=== WHAT IS EXPECTED ===
From the entries that follow, copy exactly the lines beginning at the line holding "unit = subs.get(atom, atom)" and continuing through the line holding "return _format(out, PRODUCT)".

Collected data
--

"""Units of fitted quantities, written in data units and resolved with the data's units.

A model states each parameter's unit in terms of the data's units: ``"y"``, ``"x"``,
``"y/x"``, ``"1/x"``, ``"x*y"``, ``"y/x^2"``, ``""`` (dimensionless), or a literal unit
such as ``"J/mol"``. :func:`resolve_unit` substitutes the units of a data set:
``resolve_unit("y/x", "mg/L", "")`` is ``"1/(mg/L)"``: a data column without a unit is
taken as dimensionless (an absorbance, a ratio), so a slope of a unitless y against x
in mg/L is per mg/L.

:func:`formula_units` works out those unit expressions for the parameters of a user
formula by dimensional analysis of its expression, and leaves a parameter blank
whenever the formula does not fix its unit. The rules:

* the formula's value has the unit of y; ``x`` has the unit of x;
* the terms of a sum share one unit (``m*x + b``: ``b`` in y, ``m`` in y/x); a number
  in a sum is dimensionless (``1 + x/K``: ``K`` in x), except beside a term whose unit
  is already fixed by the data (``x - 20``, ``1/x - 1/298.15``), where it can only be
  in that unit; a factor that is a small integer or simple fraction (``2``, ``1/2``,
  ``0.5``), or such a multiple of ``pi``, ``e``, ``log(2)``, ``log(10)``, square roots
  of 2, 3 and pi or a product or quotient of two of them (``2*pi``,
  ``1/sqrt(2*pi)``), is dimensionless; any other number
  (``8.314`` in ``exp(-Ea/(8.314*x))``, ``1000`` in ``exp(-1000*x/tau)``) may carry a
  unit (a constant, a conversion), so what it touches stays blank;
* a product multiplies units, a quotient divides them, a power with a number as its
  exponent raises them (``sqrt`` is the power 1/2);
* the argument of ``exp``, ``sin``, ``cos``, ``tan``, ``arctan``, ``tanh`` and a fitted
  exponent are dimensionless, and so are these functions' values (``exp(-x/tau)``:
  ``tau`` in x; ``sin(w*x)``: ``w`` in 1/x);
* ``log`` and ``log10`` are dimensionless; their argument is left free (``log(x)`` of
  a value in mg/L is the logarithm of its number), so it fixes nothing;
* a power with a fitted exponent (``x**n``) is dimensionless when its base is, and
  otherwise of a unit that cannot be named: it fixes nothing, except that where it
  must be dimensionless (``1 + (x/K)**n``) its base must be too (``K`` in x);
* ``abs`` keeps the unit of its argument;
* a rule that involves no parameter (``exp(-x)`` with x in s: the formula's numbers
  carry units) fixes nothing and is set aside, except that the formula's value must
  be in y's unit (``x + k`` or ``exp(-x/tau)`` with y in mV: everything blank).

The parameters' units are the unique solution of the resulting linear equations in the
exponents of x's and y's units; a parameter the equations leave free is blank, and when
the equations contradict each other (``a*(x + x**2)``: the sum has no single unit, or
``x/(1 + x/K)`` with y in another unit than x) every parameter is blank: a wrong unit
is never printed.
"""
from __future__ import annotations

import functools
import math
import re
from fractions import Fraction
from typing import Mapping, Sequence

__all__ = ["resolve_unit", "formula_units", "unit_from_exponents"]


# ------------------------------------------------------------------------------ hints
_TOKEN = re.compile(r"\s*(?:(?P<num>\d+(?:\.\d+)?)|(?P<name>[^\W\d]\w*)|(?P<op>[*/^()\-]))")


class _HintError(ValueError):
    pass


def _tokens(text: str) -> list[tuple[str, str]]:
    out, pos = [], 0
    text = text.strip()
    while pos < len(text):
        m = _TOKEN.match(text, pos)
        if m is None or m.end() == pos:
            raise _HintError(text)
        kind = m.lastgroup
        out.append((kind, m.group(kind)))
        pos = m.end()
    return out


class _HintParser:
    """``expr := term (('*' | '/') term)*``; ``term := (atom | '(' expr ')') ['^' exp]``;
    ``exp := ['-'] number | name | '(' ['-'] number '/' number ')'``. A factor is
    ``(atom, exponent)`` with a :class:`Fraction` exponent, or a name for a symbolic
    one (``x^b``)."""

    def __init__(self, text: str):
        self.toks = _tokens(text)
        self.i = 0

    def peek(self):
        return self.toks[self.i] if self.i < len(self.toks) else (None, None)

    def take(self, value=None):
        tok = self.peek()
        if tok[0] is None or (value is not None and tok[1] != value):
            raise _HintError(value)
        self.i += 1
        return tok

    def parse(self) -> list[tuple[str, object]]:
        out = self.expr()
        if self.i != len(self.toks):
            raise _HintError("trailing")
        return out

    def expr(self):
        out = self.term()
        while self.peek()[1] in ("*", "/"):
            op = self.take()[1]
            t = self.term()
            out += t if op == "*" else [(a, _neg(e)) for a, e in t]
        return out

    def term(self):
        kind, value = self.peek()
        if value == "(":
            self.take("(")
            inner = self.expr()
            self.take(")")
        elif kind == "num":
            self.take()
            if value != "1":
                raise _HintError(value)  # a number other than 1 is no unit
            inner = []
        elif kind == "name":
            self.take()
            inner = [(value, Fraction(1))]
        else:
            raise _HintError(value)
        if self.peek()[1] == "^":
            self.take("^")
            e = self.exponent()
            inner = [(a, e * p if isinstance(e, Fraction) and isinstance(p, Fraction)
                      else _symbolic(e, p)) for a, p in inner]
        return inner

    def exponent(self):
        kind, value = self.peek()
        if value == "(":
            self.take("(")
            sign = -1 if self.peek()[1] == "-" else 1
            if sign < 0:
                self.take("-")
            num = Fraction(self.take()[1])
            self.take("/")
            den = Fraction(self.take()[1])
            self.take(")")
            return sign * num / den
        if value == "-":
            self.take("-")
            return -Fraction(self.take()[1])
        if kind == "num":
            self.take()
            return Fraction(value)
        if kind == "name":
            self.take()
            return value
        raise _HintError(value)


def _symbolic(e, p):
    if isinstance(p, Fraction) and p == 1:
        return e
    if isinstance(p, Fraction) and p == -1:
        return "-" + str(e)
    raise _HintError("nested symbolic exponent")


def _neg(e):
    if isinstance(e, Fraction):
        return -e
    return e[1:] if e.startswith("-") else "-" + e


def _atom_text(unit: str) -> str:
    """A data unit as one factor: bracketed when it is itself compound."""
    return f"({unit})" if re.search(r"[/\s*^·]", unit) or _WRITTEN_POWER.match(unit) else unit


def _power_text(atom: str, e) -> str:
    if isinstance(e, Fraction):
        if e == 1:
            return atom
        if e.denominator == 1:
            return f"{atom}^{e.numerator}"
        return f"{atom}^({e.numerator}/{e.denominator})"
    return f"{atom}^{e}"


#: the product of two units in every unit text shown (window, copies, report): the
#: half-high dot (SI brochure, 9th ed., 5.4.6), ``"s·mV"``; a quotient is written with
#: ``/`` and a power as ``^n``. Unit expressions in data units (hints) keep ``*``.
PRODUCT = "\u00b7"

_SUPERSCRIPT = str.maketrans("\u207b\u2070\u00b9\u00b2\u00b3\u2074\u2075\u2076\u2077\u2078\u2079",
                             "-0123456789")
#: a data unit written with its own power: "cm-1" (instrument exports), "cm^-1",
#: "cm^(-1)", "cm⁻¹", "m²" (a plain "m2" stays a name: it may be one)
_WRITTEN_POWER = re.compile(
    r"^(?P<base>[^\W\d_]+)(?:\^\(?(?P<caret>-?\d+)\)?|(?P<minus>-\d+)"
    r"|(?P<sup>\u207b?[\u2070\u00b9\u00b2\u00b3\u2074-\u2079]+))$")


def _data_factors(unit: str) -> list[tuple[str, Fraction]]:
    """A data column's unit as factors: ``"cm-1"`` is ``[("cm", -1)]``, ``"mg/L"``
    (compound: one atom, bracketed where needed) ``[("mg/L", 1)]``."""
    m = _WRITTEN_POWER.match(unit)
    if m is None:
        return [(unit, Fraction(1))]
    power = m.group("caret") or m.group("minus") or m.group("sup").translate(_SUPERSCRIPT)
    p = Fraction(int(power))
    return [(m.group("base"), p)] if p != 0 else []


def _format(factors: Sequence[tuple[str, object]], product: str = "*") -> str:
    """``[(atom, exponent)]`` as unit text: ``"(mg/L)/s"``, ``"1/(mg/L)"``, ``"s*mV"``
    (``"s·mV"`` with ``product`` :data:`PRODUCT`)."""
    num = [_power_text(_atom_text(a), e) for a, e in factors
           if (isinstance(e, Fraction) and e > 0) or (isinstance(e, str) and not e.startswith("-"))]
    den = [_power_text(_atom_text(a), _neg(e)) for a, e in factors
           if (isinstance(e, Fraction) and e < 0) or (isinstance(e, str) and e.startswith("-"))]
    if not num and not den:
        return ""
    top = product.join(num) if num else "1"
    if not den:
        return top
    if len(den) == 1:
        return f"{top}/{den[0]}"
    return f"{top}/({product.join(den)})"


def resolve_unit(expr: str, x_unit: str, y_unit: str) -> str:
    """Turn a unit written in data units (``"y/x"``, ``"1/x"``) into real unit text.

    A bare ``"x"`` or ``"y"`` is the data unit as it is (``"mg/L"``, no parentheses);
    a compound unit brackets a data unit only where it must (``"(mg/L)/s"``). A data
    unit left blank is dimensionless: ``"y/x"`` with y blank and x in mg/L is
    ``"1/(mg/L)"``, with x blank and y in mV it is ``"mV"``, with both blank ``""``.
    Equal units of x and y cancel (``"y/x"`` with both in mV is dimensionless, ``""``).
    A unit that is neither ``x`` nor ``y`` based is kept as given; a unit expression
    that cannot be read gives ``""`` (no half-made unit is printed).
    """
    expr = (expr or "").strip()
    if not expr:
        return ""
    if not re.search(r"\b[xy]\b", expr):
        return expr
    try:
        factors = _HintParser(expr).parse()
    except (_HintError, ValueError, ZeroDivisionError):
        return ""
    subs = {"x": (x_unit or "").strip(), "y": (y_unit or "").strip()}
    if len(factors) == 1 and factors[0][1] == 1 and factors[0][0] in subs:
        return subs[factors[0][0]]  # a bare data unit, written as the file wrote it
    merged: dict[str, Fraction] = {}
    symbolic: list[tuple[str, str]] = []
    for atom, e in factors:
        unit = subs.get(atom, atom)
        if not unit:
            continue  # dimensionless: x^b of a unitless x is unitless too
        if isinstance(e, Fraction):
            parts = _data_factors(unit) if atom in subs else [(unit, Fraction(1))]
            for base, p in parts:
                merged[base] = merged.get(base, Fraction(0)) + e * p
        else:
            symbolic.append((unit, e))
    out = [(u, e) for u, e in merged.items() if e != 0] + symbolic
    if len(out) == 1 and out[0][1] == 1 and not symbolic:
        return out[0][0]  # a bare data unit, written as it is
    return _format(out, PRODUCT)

--

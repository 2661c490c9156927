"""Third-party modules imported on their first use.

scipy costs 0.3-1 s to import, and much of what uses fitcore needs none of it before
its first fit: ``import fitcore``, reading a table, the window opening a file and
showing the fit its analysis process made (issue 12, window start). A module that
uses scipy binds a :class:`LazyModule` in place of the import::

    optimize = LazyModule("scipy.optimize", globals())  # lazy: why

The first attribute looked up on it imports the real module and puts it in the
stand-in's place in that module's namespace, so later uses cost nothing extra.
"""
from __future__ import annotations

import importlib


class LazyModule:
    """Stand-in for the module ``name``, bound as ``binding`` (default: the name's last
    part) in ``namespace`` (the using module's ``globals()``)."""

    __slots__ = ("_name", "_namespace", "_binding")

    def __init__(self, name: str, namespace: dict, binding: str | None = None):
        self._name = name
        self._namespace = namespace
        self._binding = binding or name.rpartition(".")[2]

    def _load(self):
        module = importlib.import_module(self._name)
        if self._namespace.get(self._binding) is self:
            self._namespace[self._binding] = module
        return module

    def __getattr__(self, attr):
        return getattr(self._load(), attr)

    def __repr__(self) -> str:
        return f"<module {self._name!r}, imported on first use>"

--

=== WORKED SOLUTION ===
        unit = subs.get(atom, atom)
        if not unit:
            continue  # dimensionless: x^b of a unitless x is unitless too
        if isinstance(e, Fraction):
            parts = _data_factors(unit) if atom in subs else [(unit, Fraction(1))]
            for base, p in parts:
                merged[base] = merged.get(base, Fraction(0)) + e * p
        else:
            symbolic.append((unit, e))
    out = [(u, e) for u, e in merged.items() if e != 0] + symbolic
    if len(out) == 1 and out[0][1] == 1 and not symbolic:
        return out[0][0]  # a bare data unit, written as it is
    return _format(out, PRODUCT)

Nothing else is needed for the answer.